DL Seminar | Saving Languages from Digital Extinction
By Hemanth Kondapalli | MS Student, Cornell Tech
Did you know that linguists expect 70 to 90% of languages to be extinct by the end of the century? Or how about that a third of the world’s languages have less than 1000 speakers? Is digital technology exacerbating the current linguistic genocide or alleviating it? We talk a lot in society about racial diversity and gender equality, but how important is linguistic diversity for us? In today’s talk at the Digital Life Initiative, Columbia University researcher Isabelle A. Zaugg gave an excellent talk on her research titled “Saving Languages from Digital Extinction”. Below is a brief summary and recap followed by an analysis of what Zaugg talked about in her presentation today.
Linguistic extinction is expected to have a drastic impact on our future culture and society. Losing languages will lead to a loss of intergenerational cohesion and subsequently identity and culture, as Zaugg mentions. While with modern technology, languages can be transcribed, much if not most of the world’s information is not written in books or online, and if these languages become extinct there is no way for it to be passed down. In her talk,Zaugg told a story about the importance of languages thought to be extinct: When Mao Zedong was the leader of China, he asked his scholars to research old archives. In their research, they found a previously-unknown remedy for Malaria which went on to save thousands of lives. This functional purpose along with loss of culture shows how important it is to preserve languages.
Zaugg's research focused primarily on how digital technologies are impacting this extinction process. She began with an overview of character encoding in computers. In the 1960’s when computers were first being used for commercial purposes, a standard was developed to represent characters on the computer. Since most computer usage and research was in America, the standard become ASCII which was a mechanism to represent an English character into the computer. However, soon after, user’s realized with ASCII they would not be able to represent other language’s scripts. By the late 70’s ISO was developed to support most Latin based language scripts. Finally by the 2000’s, Unicode was developed which supports around 150 scripts.
While having Unicode support a script is a great step, it is not sufficient to make languages accessible on digital platforms. Each language needs “Full Stack Support” as Zaugg mentions. This means messaging applications that have language specific keyboards (virtual and hardware), dictionary, spell-check features, font types, etc. A lot of this development has to occur in the open source community.
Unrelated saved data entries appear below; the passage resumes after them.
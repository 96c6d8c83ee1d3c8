"""Inputs that go together: what is refused, what is drawn, and what is redrawn given the rest."""

import math
from itertools import combinations

import numpy as np
import pytest
import scipy.stats
from hypothesis import given, settings
from hypothesis import strategies as st

from uq.design.blocks import Block
from uq.design.design import Design
from uq.errors import ValueMistake
from uq.inputs.consistency import smallest_inconsistent
from uq.inputs.dependence import Dependence, JointSample, normal_of_rank, rank_of_normal, read_dependence
from uq.inputs.distributions import Data, Discrete, Gamma, Lognormal, Mistakes, Normal, Percentiles, Triangular, Truncated, Uniform
from uq.inputs.inputs import Input, Inputs, Unit
from uq.inputs.matrix import triangle, weights_given
from uq.inputs.ranks import average_ranks, rank_correlation

NAMES = ("a", "b", "c", "d", "e")
SHAPES = (
    Normal(mean=98.0, sd=1.2),
    Lognormal(median=6e12, gsd=1.3),
    Gamma(shape=2.5, scale=3),
    Triangular(2, 4, 9),
    Truncated(Normal(mean=0, sd=1), -1, 3),
)


def inputs_of(*dependence, names=NAMES, shapes=SHAPES):
    return Inputs(tuple(Input(name, name, "1", shape) for name, shape in zip(names, shapes, strict=True)), dependence)


def drawn(inputs, seed=20261201, rows=512):
    """A and B rows of all replicates: 16384 members at 512 rows, the default."""
    design = Design(inputs.names, seed, rows)
    return np.concatenate([inputs.values(design.base(Block(replicate, 0, rows))) for replicate in range(16)])


WRONG = [
    # entry, and of every mistake: its key, and a piece of its text
    ({"between": ["a", "b"], "rank_correlation": 1}, [("rank_correlation", "found 1, expected a number between -1 and 1 (for one that")]),
    ({"between": ["a", "b"], "rank_correlation": -1.5}, [("rank_correlation", "found -1.5")]),
    ({"between": ["a", "b"], "normal_correlation": math.nan}, [("normal_correlation", "found nan")]),
    ({"between": ["a", "b"], "normal_correlation": True}, [("normal_correlation", "the truth value true")]),
    ({"between": ["a", "b"], "normal_correlation": "0.5"}, [("normal_correlation", 'the text "0.5"')]),
    ({"between": ["a", "b"]}, [("", "no correlation")]),
    ({"between": ["a", "b"], "rank_correlation": 0.1, "normal_correlation": 0.1}, [("", "together, expected one of")]),
    ({"between": ["a", "b", "c"], "rank_correlation": 0.3}, [("rank_correlation", "1 number for 3 inputs, expected 3 numbers")]),
    ({"between": ["a", "b", "c"], "rank_correlation": [0.3, 0.1]}, [("rank_correlation", "2 numbers for 3 inputs")]),
    ({"between": ["a", "b", "c"], "rank_correlation": [0.3, 2, 0.1]}, [("rank_correlation", "found 2 as number 2")]),
    ({"between": ["a", "b"], "rank_correlation": [0.3, 0.1]}, [("rank_correlation", "2 numbers for 2 inputs, expected 1 number")]),
    ({"between": ["a"], "rank_correlation": 0.3}, [("between", "a list of two or more different inputs")]),
    ({"between": "ab", "rank_correlation": 0.3}, [("between", 'the text "ab"')]),
    ({"between": ["a", "a"], "rank_correlation": 0.3}, [("between", "`a` twice")]),
    ({"rank_correlation": 0.3}, [("", "no `between`")]),
    ({"between": ["a", "b"], "correlation": 0.3}, [("correlation", "did you mean `rank_correlation`?"), ("", "no correlation")]),
    ({"file": "p.csv"}, [("", "no `columns`")]),
    ({"file": 3, "columns": {"a": "x"}}, [("file", "found 3"), ("columns", "two or more inputs")]),
    ({"file": "p.csv", "columns": {"a": "x", "b": ""}}, [("columns", "for `b`")]),
    ({"file": "p.csv", "columns": {"a": "x", "b": "y"}, "between": ["a", "b"]}, [("", "`file`, `columns`, `between` together")]),
    (7, [("", "a table")]),
]


@pytest.mark.parametrize(("entry", "expected"), WRONG)
def test_every_mistake_in_an_entry_is_told(entry, expected):
    made, mistakes = read_dependence(entry)
    assert made is None
    assert [mistake.key for mistake in mistakes] == [key for key, _ in expected]
    for mistake, (_, text) in zip(mistakes, expected, strict=True):
        assert text in str(mistake)


def test_sound_entries_are_read():
    pair, _ = read_dependence({"between": ["a", "b"], "rank_correlation": 0.6})
    assert pair == Dependence(("a", "b"), 0.6)
    assert pair.normal() == (("a", "b", normal_of_rank(0.6)),)
    three, _ = read_dependence({"between": ["a", "b", "c"], "normal_correlation": [0.3, 0.1, 0.5]})
    assert three.pairs() == (("a", "b", 0.3), ("a", "c", 0.1), ("b", "c", 0.5))
    sample, _ = read_dependence({"file": "p.csv", "columns": {"a": "x", "b": "y"}})
    assert isinstance(sample, JointSample)
    with pytest.raises(Mistakes, match="between -1 and 1"):
        Dependence(("a", "b"), 1.0)


def test_rank_and_normal_correlation_are_converted_both_ways():
    # Pearson 1907; 0.5 of ranks is 2 sin(pi / 12) = (sqrt 6 - sqrt 2) / 2 of normal scores.
    assert normal_of_rank(0.5) == pytest.approx((math.sqrt(6) - math.sqrt(2)) / 2, rel=1e-15)
    for rank in (-0.99, -0.3, 0.0, 0.7):
        assert rank_of_normal(normal_of_rank(rank)) == pytest.approx(rank, abs=1e-15)


SAMPLE = JointSample("p.csv", {"a": "x", "b": "y"}, np.array([[1.0, 2.0], [3.0, 1.0]]))
TOGETHER = [
    # entries, and of every mistake: its entry, its key, and a piece of its text
    ([Dependence(("a", "zz"), 0.3)], [(0, "between", "`zz`, expected the names of uncertain inputs")]),
    ([JointSample("p.csv", {"aa": "x", "b": "y"})], [(0, "columns", "`aa`")]),
    ([Dependence(("a", "b"), 0.3), Dependence(("b", "a"), 0.3)], [(1, "between", "a second correlation between `b` and `a`")]),
    ([Dependence(("a", "b"), 0.3), Dependence(("c", "b", "a"), [0, 0, 0])], [(1, "between", "between `b` and `a`")]),
    ([SAMPLE, Dependence(("a", "c"), 0.3)], [(1, "between", "`a`, also in the joint sample p.csv")]),
    ([Dependence(("a", "c"), 0.3), SAMPLE], [(0, "between", "`a`, also in the joint sample p.csv")]),
    ([SAMPLE, JointSample("q.csv", {"b": "x", "c": "y"})], [(1, "columns", "`b`, also in the joint sample p.csv")]),
]  # fmt: skip


@pytest.mark.parametrize(("entries", "expected"), TOGETHER)
def test_entries_that_contradict_each_other_are_told(entries, expected):
    mistakes = Inputs.check(NAMES, tuple(entries))
    assert [(entry, mistake.key) for entry, mistake in mistakes] == [(entry, key) for entry, key, _ in expected]
    for (_, mistake), (_, _, text) in zip(mistakes, expected, strict=True):
        assert text in str(mistake)
    with pytest.raises(Mistakes):
        inputs_of(*entries)


def test_correlations_that_cannot_hold_together_name_the_pairs_responsible():
    entries = (Dependence(("a", "b"), 0.9), Dependence(("d", "e"), 0.5), Dependence(("b", "c"), 0.9), Dependence(("c", "a"), -0.9))
    ((entry, mistake),) = Inputs.check(NAMES, entries)
    assert (entry, mistake.key) == (3, "rank_correlation")
    assert "`a` and `b` 0.9, `a` and `c` -0.9, `b` and `c` 0.9" in mistake.found
    assert "`d`" not in str(mistake)
    # Sine of Pearson 1907 of 0.9, the two angles added, and back: what is left for the third pair.
    r = normal_of_rank(0.9)
    assert f"may lie from {math.ceil(1000 * rank_of_normal(2 * r * r - 1)) / 1000:g} to" in mistake.remedy


def test_a_pair_left_out_counts_as_zero_and_is_named():
    ((entry, mistake),) = Inputs.check(NAMES, (Dependence(("a", "b"), 0.9), Dependence(("b", "c"), 0.9)))
    assert entry == 1
    assert "and 0 between `a` and `c`, for which none is given" in mistake.found
    assert "that of `a` and `c` may lie from 0.6" in mistake.remedy
    low = float(mistake.remedy.split("from ")[1].split(" to")[0])
    for value, sound in ((low, True), (low - 0.002, False)):
        entries = (Dependence(("a", "b"), 0.9), Dependence(("b", "c"), 0.9), Dependence(("a", "c"), value))
        assert (not Inputs.check(NAMES, entries)) == sound


def test_four_that_hold_together_three_by_three_but_not_all():
    matrix = np.full((5, 5), -0.34)
    matrix[4, :] = matrix[:, 4] = 0.01
    np.fill_diagonal(matrix, 1)
    assert smallest_inconsistent(matrix) == (0, 1, 2, 3)


def test_the_smallest_inconsistent_set_among_many_inputs():
    # Too many subsets to try: still a set that holds together as soon as any one is left out.
    matrix = np.eye(300)
    chosen = (17, 101, 102, 250)
    for i, j in combinations(chosen, 2):
        matrix[i, j] = matrix[j, i] = -0.34
    assert smallest_inconsistent(matrix) == chosen


matrices = st.integers(2, 6).flatmap(
    lambda k: st.lists(st.lists(st.floats(-1, 1), min_size=k, max_size=k), min_size=k, max_size=k).map(np.array)
)


@settings(max_examples=60, deadline=None)
@given(matrices, st.data())
def test_triangles_and_conditional_weights_are_those_of_linear_algebra(raw, data):
    covariance = raw @ raw.T + 0.2 * np.eye(len(raw))
    scale = np.sqrt(np.diag(covariance))
    matrix = covariance / np.outer(scale, scale)
    lower = triangle(matrix)
    assert lower @ lower.T == pytest.approx(matrix, abs=1e-14)
    kept = data.draw(st.integers(1, len(matrix) - 1))
    exact = matrix[kept:, :kept] @ np.linalg.inv(matrix[:kept, :kept])
    assert weights_given(lower, kept) == pytest.approx(exact, abs=1e-11)
    rest = lower[kept:, kept:]
    assert rest @ rest.T == pytest.approx(matrix[kept:, kept:] - exact @ matrix[:kept, kept:], abs=1e-11)
    assert triangle(np.array([[1, 1.0], [1.0, 1]])) is None
    assert triangle(np.array([[1, 2.0], [2.0, 1]])) is None


def test_ranks_and_their_correlation_are_those_of_the_reference():
    x = np.random.default_rng(4).integers(0, 12, (200, 3)) + np.array([0.0, 0.5, 0.0])
    assert average_ranks(x[:, 0]).tolist() == scipy.stats.rankdata(x[:, 0]).tolist()
    assert rank_correlation(x) == pytest.approx(scipy.stats.spearmanr(x).statistic, abs=1e-14)
    constant = rank_correlation(np.column_stack([x[:, 0], np.ones(200)]))
    assert math.isnan(constant[0, 1])
    assert constant[1, 1] == 1


@pytest.mark.parametrize("kind", ["rank_correlation", "normal_correlation"])
@pytest.mark.parametrize("asked", [[0.95], [-0.8], [0.6, -0.3, 0.2], [0.3, 0.1, 0.2, 0.2, -0.6, 0.1]])
def test_the_sample_has_the_rank_correlation_asked_for(kind, asked):
    between = NAMES[: {1: 2, 3: 3, 6: 4}[len(asked)]]
    inputs = inputs_of(Dependence(between, **{kind: asked if len(asked) > 1 else asked[0]}))
    achieved = inputs.correlation_achieved(drawn(inputs))
    assert np.abs(achieved - inputs.correlation).max() < 0.02
    given_number = asked[0] if kind == "rank_correlation" else rank_of_normal(asked[0])
    assert inputs.correlation[0, 1] == pytest.approx(given_number, rel=1e-14)
    assert (inputs.correlation[4] == [0, 0, 0, 0, 1]).all()


def test_correlation_of_lognormals_is_that_of_their_logarithms():
    # 16384 members; normal scores of a scrambled Sobol' sample: the deviation over replicates gives the error, |t| of 15 below 6 (5e-5).
    shapes = (Lognormal(median=1, gsd=2), Lognormal(median=5, gsd=1.1))
    inputs = inputs_of(Dependence(("a", "b"), normal_correlation=0.7), names=("a", "b"), shapes=shapes)
    logs = np.log(drawn(inputs)).reshape(16, -1, 2)
    each = np.array([np.corrcoef(one.T)[0, 1] for one in logs])
    assert abs(each.mean() - 0.7) < 6 * each.std(ddof=1) / 4 + 1e-4


def test_every_margin_stays_as_it_was():
    # Kolmogorov and Smirnov's distance of 16384 members; below 1.95 / sqrt(n) with probability 0.999 for independent ones, and these are
    # more even than that.
    inputs = inputs_of(Dependence(NAMES, rank_correlation=[0.5, 0.4, 0.3, 0.2, -0.2, 0.6, 0.1, 0.1, 0.2, -0.3]))
    x = drawn(inputs)
    for item, column in zip(inputs.items, x.T, strict=True):
        shares = np.array([item.distribution.share_below(float(each)) for each in np.sort(column)[::16]])
        assert np.abs(shares - np.arange(0, len(column), 16) / len(column)).max() < 1.95 / math.sqrt(len(column))
    assert np.isfinite(x).all()


def test_independent_inputs_keep_their_bits_and_so_do_those_that_lead():
    u = Design(NAMES, 5, 64).base(Block(1, 0, 64))
    alone = inputs_of().values(u)
    some = inputs_of(Dependence(("d", "b"), 0.6)).values(u)
    assert (some[:, [0, 1, 2, 4]] == alone[:, [0, 1, 2, 4]]).all()
    assert not (some[:, 3] == alone[:, 3]).any()
    # A correlation of 0 is independence, to the last bit.
    assert (inputs_of(Dependence(("a", "b", "e"), [0, 0, 0])).values(u) == alone).all()
    # An input added behind, dependent as well, changes none before it.
    more = inputs_of(Dependence(("d", "b"), 0.6), Dependence(("e", "d"), -0.5)).values(u)
    assert (more[:, :4] == some[:, :4]).all()
    assert (inputs_of(Dependence(("b", "d"), 0.6)).medians() == inputs_of().medians()).all()


def test_the_order_of_entries_and_names_does_not_matter():
    u = Design(NAMES, 5, 64).base(Block(1, 0, 64))
    one = inputs_of(Dependence(("a", "b", "c"), [0.3, 0.1, 0.5]))
    other = inputs_of(Dependence(("c", "b"), 0.5), Dependence(("b", "a"), 0.3), Dependence(("a", "c"), 0.1))
    assert (one.values(u) == other.values(u)).all()
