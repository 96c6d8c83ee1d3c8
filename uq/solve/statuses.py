"""Every status in a sentence with advice."""

from __future__ import annotations

from uq.solve.batch import Status

SENTENCES = (
    (Status.ok, "The member was solved to the last time."),
    (Status.ended_by_event, "An event ended the member, which is complete and keeps its last values."),
    (
        Status.out_of_range,
        "A state left its valid range: check the inputs of these members, or widen `valid` if the model holds beyond it.",
    ),
    (
        Status.not_finite,
        "A start or a rate was not a finite number (a root or logarithm of a negative number, a division by zero), however short the step: "
        "guard the expression, for instance with max(x, 0).",
    ),
    (
        Status.blew_up,
        "A state grew beyond all bounds in finite time: look for a missing limit in the model, or give the state a `valid` range.",
    ),
    (
        Status.too_many_steps,
        "The solver needed more steps than it may take: the accuracy is finer than the model deserves, rates jump at values of "
        "states, or the member is stiff and the study asks for explicit steps.",
    ),
    (Status.too_many_events, "Events followed each other without end: give them a delay, or `once = true`."),
    (
        Status.step_too_small,
        "The steps became too short to go on: a rate jumps or has a pole there; make it smooth, or make the jump a forcing (landed on).",
    ),
    (Status.out_of_time, "The model written in Python did not answer in time."),
)


def describe(status: Status) -> str:
    """What a status means and what to do about it, as a sentence."""
    return dict(SENTENCES)[status]
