define internal void @uq_system(ptr readonly %lanes, <8 x double> %time, ptr readonly %states, ptr %rates) #0 {
entry:
  %v1 = getelementptr inbounds <8 x double>, ptr %lanes, i64 18
  %v2 = load <8 x double>, ptr %v1, align 64
  %v3 = getelementptr inbounds <8 x double>, ptr %states, i64 0
  %v4 = load <8 x double>, ptr %v3, align 64
  %v5 = getelementptr inbounds <8 x double>, ptr %states, i64 1
  %v6 = load <8 x double>, ptr %v5, align 64
  %v7 = getelementptr inbounds <8 x double>, ptr %lanes, i64 11
  %v8 = load <8 x double>, ptr %v7, align 64
  %v9 = fsub <8 x double> %time, %v8
  %v10 = getelementptr inbounds <8 x double>, ptr %lanes, i64 21
  %v11 = load <8 x double>, ptr %v10, align 64
  %v12 = getelementptr inbounds <8 x double>, ptr %lanes, i64 20
  %v13 = load <8 x double>, ptr %v12, align 64
  %v14 = call <8 x double> @llvm.fma.v8f64(<8 x double> %v11, <8 x double> %v9, <8 x double> %v13)
  %v15 = fneg <8 x double> %v4
  %v16 = call <8 x double> @llvm.fma.v8f64(<8 x double> %v15, <8 x double> %v4, <8 x double> %v6)
  %v17 = fsub <8 x double> %v14, %v4
  %v18 = fsub <8 x double> %v17, %v6
  %v19 = fmul <8 x double> %v2, %v18
  %v20 = getelementptr inbounds <8 x double>, ptr %rates, i64 0
  store <8 x double> %v16, ptr %v20, align 64
  %v21 = getelementptr inbounds <8 x double>, ptr %rates, i64 1
  store <8 x double> %v19, ptr %v21, align 64
  ret void
}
Today much of language communication occurs digitally and the lack of language accessibility in digital spheres has hindered these languages. Many people take and send pictures of hand written language to communicate while others transliterate their script to the English script. Even on websites/profiles that should predominantly be in a native language, a shockingly high percent of that content is still written in English.
Zaugg presents compelling evidence that digital technologies have made it very difficult for languages to compete with English on digital methods of communication. But how this translates to a language becoming extinct to me is shaky. It’s plausible that a language could be minimally used digitally but flourishing orally. As we move through time, languages change as they have for the past thousands of years, and similarly in this regard we are in the midst of a transformation of digital languages and orally dominant languages. Just as local languages have evolved recently to include more English words (there is no Hindi word for Computer for example), we could see the language sphere as a whole evolve into a set of two types of languages.